═══ Exercise data ═══

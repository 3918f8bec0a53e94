/* The one table of options: parser, help, manual page and completion are all made from it.
 * SPDX-License-Identifier: GPL-3.0-or-later */
#include "cli/options.h"

#include <string.h>

#include "platewright/quantity.h"

static const char *const connections[] = {"pentode", "triode", "ultralinear", NULL};
static const char *const series[] = {"E6", "E12", "E24", "E48", "E96", "E192", NULL};
static const char *const formats[] = {"text", "json", "csv", NULL};
static const char *const kinds[] = {"load-line", "transfer", "supply", "family", NULL};
static const char *const tube_kinds[] = {"triode", "pentode", "beam", NULL};
static const char *const rating_systems[] = {"design-center", "design-maximum", "absolute", "stated", NULL};
static const char *const all_tube_kinds[] = {"triode", "pentode", "beam", "rectifier", NULL};
static const char *const tube_formats[] = {"text", "json", "names", NULL};
static const char *const rectifiers[] = {"full-wave", "bridge", "half-wave", NULL};

#define WHY_NOT_IN_DESIGN "design chooses the resistor itself; platewright check solves a stage whose bias is given"

#define STAGE_OPTION(option_name, option_group, option_commands, option_placeholder, option_help)                      \
    .name = (option_name), .value = CLI_VALUE_TEXT, .placeholder = (option_placeholder), .group = (option_group),      \
    .commands = (option_commands), .stage = true, .help = (option_help)

#define STAGE_SWITCH(option_name, option_group, option_help)                                                           \
    .name = (option_name), .value = CLI_VALUE_SWITCH, .group = (option_group), .commands = CLI_STAGE, .stage = true,   \
    .help = (option_help)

═══

Your assignment.
Beginning with the line containing "static const char *const formats[]" in the material above, copy every line exactly until you have copied the line containing "static const char *const all_tube_kinds[]".

Result below.
static const char *const formats[] = {"text", "json", "csv", NULL};
static const char *const kinds[] = {"load-line", "transfer", "supply", "family", NULL};
static const char *const tube_kinds[] = {"triode", "pentode", "beam", NULL};
static const char *const rating_systems[] = {"design-center", "design-maximum", "absolute", "stated", NULL};
static const char *const all_tube_kinds[] = {"triode", "pentode", "beam", "rectifier", NULL};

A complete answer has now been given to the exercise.